Data Manager - reading Cyrillic with OCR

Hello everyone,

The situation is:
I have Data Manager all set up and working. I also have a Microsoft OCR license, and I can use the OmniPage OCR free, as it requires no license.
I have Invoices, that I want to label and extract data using Data Manager. Some of those invoices are in English and some of them are in Cyrillic (Bulgarian).

The problem is:
The invoices in English are being read perfectly, but when I try to process those that are in Cyrillic, lets say, if in the Invoice is “Описание”, the OCR reads it as “OnncaHne” (using Microsoft OCR) which is absolutely incorrect.
When using OmniPage OCR “Описание” is read as “OnIcaHNe”.

The question:
Can you suggest how to make the OCR work not only for English but for Cyrillic too.


Hello @ydimitrova!

It seems that you have trouble getting an answer to your question in the first 24 hours.
Let us give you a few hints and helpful links.

First, make sure you browsed through our Forum FAQ Beginner’s Guide. It will teach you what should be included in your topic.

You can check out some of our resources directly, see below:

  1. Always search first. It is the best way to quickly find your answer. Check out the image icon for that.
    Clicking the options button will let you set more specific topic search filters, i.e. only the ones with a solution.

  2. Topic that contains most common solutions with example project files can be found here.

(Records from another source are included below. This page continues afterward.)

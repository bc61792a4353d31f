use std::path::PathBuf;
use understudy::study::{Study, UnitKind};
use understudy::{demo, simulate, Error};

pub struct Request {
    pub study: Option<PathBuf>,
    pub unit: Option<String>,
    pub cases: Option<usize>,
    pub seed: Option<u64>,
    pub out: PathBuf,
    pub quiet: bool,
}

pub fn run(req: Request) -> Result<i32, Error> {
    let mut study = match &req.study {
        Some(p) => Study::load(p)?,
        None => demo::demo_study(),
    };
    if let Some(unit) = &req.unit {
        if let Some(path) = unit.strip_prefix("fmu:") {
            return Err(Error::bad_input(
                "--unit",
                unit.clone(),
                format!(
                    "`full-converter`: FMU sources (here {path}) are not available in this version"
                ),
            ));
        }
        study.unit.kind = unit.parse::<UnitKind>()?;
    }
    if let Some(n) = req.cases {
        study.design.cases = n;
    }
    if let Some(s) = req.seed {
        study.design.seed = s;
    }
    study.validate()?;
    let unit = study.unit.clone();
    let (cases, redraws) = study.design.generate(|c| simulate::feasible(&unit, c))?;
    let bar = super::progress_bar(cases.len(), "simulate", req.quiet);
    let summary = simulate::run_study(&study, &cases, redraws, &req.out, &|_, _| bar.inc(1))?;
    bar.finish_and_clear();
    eprintln!(
        "{} traces written to {} ({} failed); {:.1} simulated s per wall s",
        summary.cases.len(),
        req.out.display(),
        summary.failures.len(),
        summary.simulated_seconds_per_wall_second
    );
    for f in &summary.failures {
        eprintln!("  failed: {f}");
    }
    Ok(if summary.failures.is_empty() { 0 } else { 1 })
}
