//! Plots for reports, as SVG text (plotters' SVG backend: no system libraries, no fonts needed,
//! and the report stays one self-contained HTML file).

use plotters::prelude::*;

/// One line of a line chart.
pub struct Series<'a> {
    pub name: &'a str,
    pub x: &'a [f64],
    pub y: &'a [f64],
    /// Dashed lines mark references or approximations.
    pub dashed: bool,
}

const PALETTE: [RGBColor; 6] = [
    RGBColor(31, 119, 180),
    RGBColor(214, 39, 40),
    RGBColor(44, 160, 44),
    RGBColor(255, 127, 14),
    RGBColor(148, 103, 189),
    RGBColor(90, 90, 90),
];

fn span(values: impl Iterator<Item = f64>) -> (f64, f64) {
    let (mut lo, mut hi) = (f64::INFINITY, f64::NEG_INFINITY);
    for v in values.filter(|v| v.is_finite()) {
        lo = lo.min(v);
        hi = hi.max(v);
    }
    if !lo.is_finite() {
        return (0.0, 1.0);
    }
    if hi - lo < 1e-12 {
        return (lo - 0.5, hi + 0.5);
    }
    let pad = 0.05 * (hi - lo);
    (lo - pad, hi + pad)
}

fn draw_err(e: impl std::fmt::Display) -> String {
    format!("<p class=\"plot-error\">plot failed: {e}</p>")
}

/// A line chart of several series.
pub fn line_chart(title: &str, x_label: &str, y_label: &str, series: &[Series]) -> String {
    let mut svg = String::new();
    let result = (|| -> Result<(), Box<dyn std::error::Error + '_>> {
        let root = SVGBackend::with_string(&mut svg, (760, 300)).into_drawing_area();
        root.fill(&WHITE)?;
        let (x0, x1) = span(series.iter().flat_map(|s| s.x.iter().copied()));
        let (y0, y1) = span(series.iter().flat_map(|s| s.y.iter().copied()));
        let mut chart = ChartBuilder::on(&root)
            .caption(title, ("sans-serif", 16))
            .margin(8)
            .x_label_area_size(36)
            .y_label_area_size(56)
            .build_cartesian_2d(x0..x1, y0..y1)?;
        chart
            .configure_mesh()
            .x_desc(x_label)
            .y_desc(y_label)
            .light_line_style(RGBColor(235, 235, 235))
            .draw()?;
        for (k, s) in series.iter().enumerate() {
            let color = PALETTE[k % PALETTE.len()];
            let points: Vec<(f64, f64)> =
                s.x.iter()
                    .zip(s.y)
                    .filter(|(a, b)| a.is_finite() && b.is_finite())
                    .map(|(a, b)| (*a, *b))
                    .collect();
            let style = color.stroke_width(if s.dashed { 1 } else { 2 });
            if s.dashed {
                chart
                    .draw_series(DashedLineSeries::new(points, 6, 4, style))?
                    .label(s.name)
                    .legend(move |(x, y)| PathElement::new(vec![(x, y), (x + 16, y)], color));
            } else {
                chart
                    .draw_series(LineSeries::new(points, style))?
                    .label(s.name)
                    .legend(move |(x, y)| PathElement::new(vec![(x, y), (x + 16, y)], color));
            }
        }
        chart
            .configure_series_labels()
            .background_style(WHITE.mix(0.85))
            .border_style(BLACK)
            .position(SeriesLabelPosition::UpperRight)
            .draw()?;
        root.present()?;
        Ok(())
    })();
    match result {
        Ok(()) => svg,
        Err(e) => draw_err(e),
    }
}

/// A heat map of `rows` (each a series over `x`), coloured by value on a symmetric blue–red
/// scale around 0 (for residuals).
pub fn heat_map(title: &str, x: &[f64], row_labels: &[String], rows: &[Vec<f64>]) -> String {
    let mut svg = String::new();
    let result = (|| -> Result<(), Box<dyn std::error::Error + '_>> {
        let root = SVGBackend::with_string(&mut svg, (760, 60 + 14 * rows.len().max(4) as u32))
            .into_drawing_area();
        root.fill(&WHITE)?;
        let (x0, x1) = span(x.iter().copied());
        let n = rows.len().max(1);
        let mut chart = ChartBuilder::on(&root)
            .caption(title, ("sans-serif", 16))
            .margin(8)
            .x_label_area_size(30)
            .y_label_area_size(80)
            .build_cartesian_2d(x0..x1, 0..n)?;
        let labels = row_labels.to_vec();
        chart
            .configure_mesh()
            .disable_mesh()
            .x_desc("t (s)")
            .y_labels(n.min(30))
            .y_label_formatter(&|k| labels.get(*k).cloned().unwrap_or_default())
            .draw()?;
        let scale = rows
            .iter()
            .flatten()
            .filter(|v| v.is_finite())
            .fold(0.0f64, |m, v| m.max(v.abs()))
            .max(1e-12);
        // at most ~400 cells per row: average the samples that share a cell
        let stride = (x.len() / 400).max(1);
        for (r, row) in rows.iter().enumerate() {
            let cells = row.chunks(stride).zip(x.chunks(stride)).map(|(vs, ts)| {
                let v = vs.iter().sum::<f64>() / vs.len() as f64;
                let a = (v / scale).clamp(-1.0, 1.0);
                let color = if a >= 0.0 {
                    RGBColor(255, (255.0 * (1.0 - a)) as u8, (255.0 * (1.0 - a)) as u8)
                } else {
                    RGBColor((255.0 * (1.0 + a)) as u8, (255.0 * (1.0 + a)) as u8, 255)
                };
                let t0 = ts[0];
                let t1 = ts[ts.len() - 1] + (x.get(1).copied().unwrap_or(1.0) - x[0]);
                Rectangle::new([(t0, r), (t1, r + 1)], color.filled())
            });
            chart.draw_series(cells)?;
        }
        root.present()?;
        Ok(())
    })();
    match result {
        Ok(()) => svg,
        Err(e) => draw_err(e),
    }
}

/// Eigenvalues (re, im) in the complex plane with the unit circle.
pub fn eigenvalue_plot(title: &str, eigenvalues: &[(f64, f64)]) -> String {
    let mut svg = String::new();
    let result = (|| -> Result<(), Box<dyn std::error::Error + '_>> {
        let root = SVGBackend::with_string(&mut svg, (420, 420)).into_drawing_area();
        root.fill(&WHITE)?;
        let r = eigenvalues
            .iter()
            .map(|(a, b)| a.hypot(*b))
            .fold(1.0f64, f64::max)
            * 1.1;
        let mut chart = ChartBuilder::on(&root)
            .caption(title, ("sans-serif", 16))
            .margin(8)
            .x_label_area_size(30)
            .y_label_area_size(40)
            .build_cartesian_2d(-r..r, -r..r)?;
        chart.configure_mesh().x_desc("Re").y_desc("Im").draw()?;
        let circle: Vec<(f64, f64)> = (0..=200)
            .map(|k| {
                let a = 2.0 * std::f64::consts::PI * k as f64 / 200.0;
                (a.cos(), a.sin())
            })
            .collect();
        chart.draw_series(LineSeries::new(circle, &PALETTE[5]))?;
        chart.draw_series(
            eigenvalues
                .iter()
                .map(|(a, b)| Circle::new((*a, *b), 4, PALETTE[1].filled())),
        )?;
        root.present()?;
        Ok(())
    })();
    match result {
        Ok(()) => svg,
        Err(e) => draw_err(e),
    }
}

/// Positive values on a log scale, one bar-like point per index (e.g. a Fisher information
/// eigen-spectrum or kept DCT coefficient magnitudes).
pub fn log_spectrum(title: &str, y_label: &str, values: &[f64]) -> String {
    let mut svg = String::new();
    let result = (|| -> Result<(), Box<dyn std::error::Error + '_>> {
        let root = SVGBackend::with_string(&mut svg, (760, 280)).into_drawing_area();
        root.fill(&WHITE)?;
        let positive: Vec<f64> = values.iter().copied().filter(|v| *v > 0.0).collect();
        let lo = positive
            .iter()
            .copied()
            .fold(f64::INFINITY, f64::min)
            .max(1e-300);
        let hi = positive
            .iter()
            .copied()
            .fold(0.0f64, f64::max)
            .max(lo * 10.0);
        let mut chart = ChartBuilder::on(&root)
            .caption(title, ("sans-serif", 16))
            .margin(8)
            .x_label_area_size(30)
            .y_label_area_size(64)
            .build_cartesian_2d(0..values.len().max(1), (lo / 2.0..hi * 2.0).log_scale())?;
        chart
            .configure_mesh()
            .x_desc("index")
            .y_desc(y_label)
            .draw()?;
        chart.draw_series(
            values
                .iter()
                .enumerate()
                .filter(|(_, v)| **v > 0.0)
                .map(|(k, v)| Circle::new((k, *v), 3, PALETTE[0].filled())),
        )?;
        root.present()?;
        Ok(())
    })();
    match result {
        Ok(()) => svg,
        Err(e) => draw_err(e),
    }
}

  3. Read our official documentation where you can find a lot of information and instructions about each of our products:

  4. Watch the videos on our official YouTube channel for more visual tutorials.

  5. Meet us and our users on our Community Slack and ask your question there.

Hopefully this will let you easily find the solution/information you need. Once you have it, we would be happy if you could share your findings here and mark it as a solution. This will help other users find it in the future.

Thank you for helping us build our UiPath Community!

Cheers from your friendly


I think you can use Tesseract OCR with Bulgarian language, maybe it is “bug” that you need to specify in the Language property. I know that for Microsoft OCR, you need to download the language package in your own laptop ( Installing OCR Languages ) , but it never worked for me.

Good luck!


Thank you for the reply.

I found a workaround. I will try to explain it in case someone has the same problem and searches for solution.
Before uploading the files into Data Manager, I run a process to digitize them using OmniPage OCR as it allows to specify two languages in the properties (example: “BUL, ENG”). I need to specify two languages as in the Cyrillic documents there are some words in English too.
The steps in the process are:
Load Taxonomy → Digitize Document (with OmniPage OCR) → Data Extraction Scope (with regex extractor containing only one parameter ‘name’ with regular expression defined as ‘abc’) → Train Extractors Scope (with ML Extractor Trainer with specified only Output Folder).
As a result I have a zip file in the specified Output Folder that contains metadata. This zip should be imported into DM and then the documents are ready for labeling.